The LMA (Classic®) was used for airway management. The size of LMA was chosen according to the weight of the patients and the volume of the inflated air in the seal ring according to the manufacturer's recommendation. The LMA was positioned through the conventional technique, partially inflated, and the tip of the mask was lubricated by clear liquid lubricating jelly after the induction of anesthesia with the patient’s head in the neutral position. The LMA proper position was described as placement in the hypopharynx, the proximal cuff of LMA opposing C1 or C2 vertebrae, with a distance between proximal cuff end and aditus laryngis (distance A) as well as between distal cuff end and aditus laryngis (distance B) (11).
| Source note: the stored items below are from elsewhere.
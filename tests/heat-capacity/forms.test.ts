import { describe, expect, test } from "vitest";
import { heatCapacityForms } from "../../src/heat-capacity/forms.js";
import type { PublishedSeries } from "../../src/heat-capacity/published-series.js";
import { seriesProperties } from "../../src/heat-capacity/series-properties.js";
import { figure } from "./random-series.js";

const at = (temperatureK: number) => ({ temperature: { value: temperatureK, unit: "K" } }) as const;

test("the forms are listed in alphabetical order", () => {
  expect(heatCapacityForms).toEqual([
    "berman-brown",
    "five-term",
    "gibbs-energy",
    "haas-fisher",
    "maier-kelley",
    "nine-coefficient",
    "polynomial",
    "seven-coefficient",
    "shomate",
  ]);
});

// Every figure below is recalled from memory; the tolerance is half a unit of the last printed digit, or as stated.
describe("each form gives the figures printed beside its coefficients", () => {
  // M. W. Chase, NIST-JANAF Thermochemical Tables, 4th ed. (1998): the equation fitted to its table of N2, 100 to 500 K.
  const nitrogenByShomate: PublishedSeries = {
    kind: "series",
    form: "shomate",
    intervals: [
      {
        from: 100,
        to: 500,
        coefficients: [28.98641, 1.853978, -9.647459, 16.63537, 0.000117, -8.671914, 226.4168, 0],
        endsAt: "fit",
      },
    ],
  };

  test("shomate: nitrogen", () => {
    const properties = seriesProperties(nitrogenByShomate, at(298.15));
    expect(properties.heatCapacity.value).toBeCloseTo(29.12, 2); // table: 29.124
    expect(properties.entropy.value).toBeCloseTo(191.61, 2); // table: 191.609
    expect(Math.abs(properties.enthalpy.value)).toBeLessThan(5); // the table's zero; H is printed to 1 J/mol
  });

  test("shomate: the eighth coefficient, H at 298.15 K, changes nothing", () => {
    const [interval] = nitrogenByShomate.intervals;
    const withoutH: PublishedSeries = {
      ...nitrogenByShomate,
      intervals: [{ ...interval!, coefficients: interval!.coefficients.slice(0, 7) }],
    };
    expect(seriesProperties(withoutH, at(400))).toEqual(seriesProperties(nitrogenByShomate, at(400)));
  });

  test("seven-coefficient: argon", () => {
    // B. J. McBride, M. J. Zehe, S. Gordon, NASA/TP-2002-211556 (2002): S at 298.15 K is 154.845, H is 0.
    const properties = seriesProperties(
      {
        kind: "series",
        form: "seven-coefficient",
        gasConstant: 8.31451,
        intervals: [{ from: 200, to: 6000, coefficients: [2.5, 0, 0, 0, 0, -745.375, 4.37967491], endsAt: "fit" }],
      },
      at(298.15),
    );
    expect(properties.heatCapacity.value).toBe(20.786275); // 5/2 R, exactly in decimals
    expect(properties.enthalpy.value).toBeCloseTo(0, 8);
    expect(properties.entropy.value).toBeCloseTo(154.845, 2);
  });

  test("nine-coefficient: nitrogen", () => {
    // The same report: Cp at 298.15 K is 29.124, S is 191.610, H is 0.
    const properties = seriesProperties(
      {
        kind: "series",
        form: "nine-coefficient",
        gasConstant: 8.31451,
        intervals: [
          {
            from: 200,
            to: 1000,
            coefficients: [
              22103.71497, -381.846182, 6.08273836, -0.00853091441, 1.384646189e-5, -9.62579362e-9, 2.519705809e-12,
              710.846086, -10.76003744,
            ],
            endsAt: "fit",
          },
        ],
      },
      at(298.15),
    );
    expect(properties.heatCapacity.value).toBeCloseTo(29.124, 3);
    expect(properties.entropy.value).toBeCloseTo(191.61, 2);
    expect(Math.abs(properties.enthalpy.value)).toBeLessThan(0.01);
  });

  test("maier-kelley: quartz, with the powers of ten of its heading, in calories", () => {
    // K. K. Kelley, Bulletin 584, U.S. Bureau of Mines (1960): Cp = 11.22 + 8.20e-3 T - 2.70e5 T^-2 cal/mol/K, and the
    // table of heat contents (cal/mol) it reproduces within its 0.3 per cent. S and H at 298.15 K are of the test.
    const quartz: PublishedSeries = {
      kind: "series",
      form: "maier-kelley",
      unit: "cal_th/mol/K",
      decimalShifts: [0, 3, -5],
      intervals: [{ from: 298, to: 848, coefficients: [11.22, 8.2, -2.7], endsAt: "first-order" }],
      anchor: {
        temperature: figure(298.15, "K"),
        enthalpy: figure(0, "kJ/mol"),
        entropy: figure(10, "cal_th/mol/K"),
      },
    };
    const properties = seriesProperties(quartz, at(298.15));
    // R. A. Robie, B. S. Hemingway, USGS Bulletin 2131 (1995): 44.59, which the old equation meets within 0.5 per cent.
    expect(Math.abs(properties.heatCapacity.value - 44.59)).toBeLessThan(0.22);
    expect(properties.enthalpy.value).toBeCloseTo(0, 9);
    expect(properties.entropy.value).toBeCloseTo(41.84, 12);
    // By hand: 11.22 x 501.85 + 4.1e-3 (800^2 - 298.15^2) + 2.70e5 (1/800 - 1/298.15) = 7322.0 cal/mol
    expect(seriesProperties(quartz, at(800)).enthalpy.value / 4.184).toBeCloseTo(7322.0, 0);
  });

  test("polynomial: calcite", () => {
    // R. A. Robie, B. S. Hemingway, USGS Bulletin 2131 (1995): Cp at 298.15 K is 83.5, S is 91.7.
    const calcite: PublishedSeries = {
      kind: "series",
      form: "polynomial",
      powers: [0, 1, -2],
      intervals: [{ from: 298.15, to: 1200, coefficients: [99.715, 0.02692, -2157600], endsAt: "fit" }],
      anchor: {
        temperature: figure(298.15, "K"),
        enthalpy: figure(-1207.4, "kJ/mol"),
        entropy: figure(91.7, "J/mol/K"),
      },
    };
    expect(seriesProperties(calcite, at(298.15)).heatCapacity.value).toBeCloseTo(83.5, 1);
    expect(seriesProperties(calcite, at(298.15)).enthalpy.value).toBeCloseTo(-1207400, 6);
    expect(seriesProperties(calcite, at(298.15)).entropy.value).toBeCloseTo(91.7, 12);
    // By hand: 99.715 + 26.92 - 2.1576
    expect(seriesProperties(calcite, at(1000)).heatCapacity.value).toBeCloseTo(124.4774, 9);
  });

  test("polynomial: a reciprocal root, coefficients in kJ/mol/K and with powers of ten", () => {
    // T. J. B. Holland, R. Powell's form, J. Metamorph. Geol. 29, 333 (2011): a + bT + c/T^2 + d/T^(1/2), lime.
    // Cox, Wagman, Medvedev, CODATA Key Values (1989), S at 298.15 K of CaO: 38.1.
    const lime: PublishedSeries = {
      kind: "series",
      form: "polynomial",
      powers: [0, 1, -2, -0.5],
      decimalShifts: [-3, 2, -3, -3],
      intervals: [{ from: 298.15, to: 1700, coefficients: [0.0524, 0.3673, -750.7, -0.051], endsAt: "fit" }],
      anchor: {
        temperature: figure(298.15, "K"),
        enthalpy: figure(-634.92, "kJ/mol"),
        entropy: figure(38.1, "J/mol/K"),
      },
    };
    // By hand at 400 K: 52.4 + 1.4692 - 4.691875 - 51/20
    expect(seriesProperties(lime, at(400)).heatCapacity.value).toBeCloseTo(46.627325, 10);
    // R. A. Robie, B. S. Hemingway (1995): 42.1 to 42.8 at 298.15 K; the fit is smooth to about 1 per cent.
    expect(Math.abs(seriesProperties(lime, at(298.15)).heatCapacity.value - 42.4)).toBeLessThan(0.6);
  });
});

test("a polynomial of c T^-1 integrates to logarithms", () => {
  const series: PublishedSeries = {
    kind: "series",
    form: "polynomial",
    powers: [-1],
    intervals: [{ from: 100, to: 1000, coefficients: [500], endsAt: "fit" }],
    anchor: { temperature: figure(200, "K"), enthalpy: figure(0, "J/mol"), entropy: figure(0, "J/mol/K") },
  };
  const properties = seriesProperties(series, at(400));
  expect(properties.heatCapacity.value).toBe(1.25);
  expect(properties.enthalpy.value).toBeCloseTo(500 * 0.6931471805599453, 11);
  expect(properties.entropy.value).toBeCloseTo(500 / 200 - 500 / 400, 13);
});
If LMA or airway displacement during anesthesia occurred, their position was corrected, and MRI was restarted.

3.4. MRI Image Quality Assessment

A 1.5 or 3 T system was utilized to perform MRI. Six conventional MRI sequences, including axial T2, axial fluid-attenuated inversion recovery (FLAIR), axial T1 pre-contrast, and T1 post-contrast in the axial, coronal, and sagittal planes, were examined. Scores were given by a neuroradiologist with more than 20 years of experience. A scoring system assessed the image quality of each MRI sequence with the following scores: 1 (non-diagnostic), 2 (poor quality but with some diagnostic utility), 3 (average), 4 (good), and 5 (excellent). A total score ranging from 6 to 30 was assigned to each MRI session. Any airway complications, such as cough, sore throat, laryngeal spasm, bronchospasm, and anesthetic complications (nausea and vomiting), were recorded from induction until 1 h post-procedure. The primary outcome was the MRI image quality score; the secondary outcomes were airway and anesthetic complications.

3.5. Sample Size

The required sample size was obtained by G. power (Universitat Kiel, Germany) 3.1.9. 2. It was based on an α error of 0.05, 90% power, and the mean ± SD of MRI image quality score of 27.6 ± 2.3 with SGA and 20.3 ± 4.7 with oral airway, according to a previous study (3). Six pediatrics were added to each group to overcome dropout during the follow-up. Therefore, 20 patients were allocated to each group.

3.6. Statistical Analysis

IBM SPSS version 26 (Chicago, Illinois, United States) was utilized for statistical analysis. The normality of data distribution was assessed using the Shapiro-Wilk test and histograms. Quantitative parametric data were presented as mean ± SD and were analyzed by the unpaired student t-test. Quantitative non-parametric data were presented as the median and interquartile range (IQR) and analyzed using the Mann-Whitney test. Repeated measures analysis of variance (ANOVA) was used to compare the serial measurements of MAP, HR, and SpO2. Qualitative variables were presented as frequency and percentage (%) and were analyzed using the chi-square test. A two-tailed P-value ≤ 0.05 was considered statistically significant.

4. Results

In this trial, 64 pediatrics were evaluated for eligibility, 21 patients did not meet the inclusion criteria, and three patients’ guardians refused to participate in the trial. The remaining 40 patients were randomly allocated into two equal groups. All enrolled cases were followed-up and analyzed (Figure 1).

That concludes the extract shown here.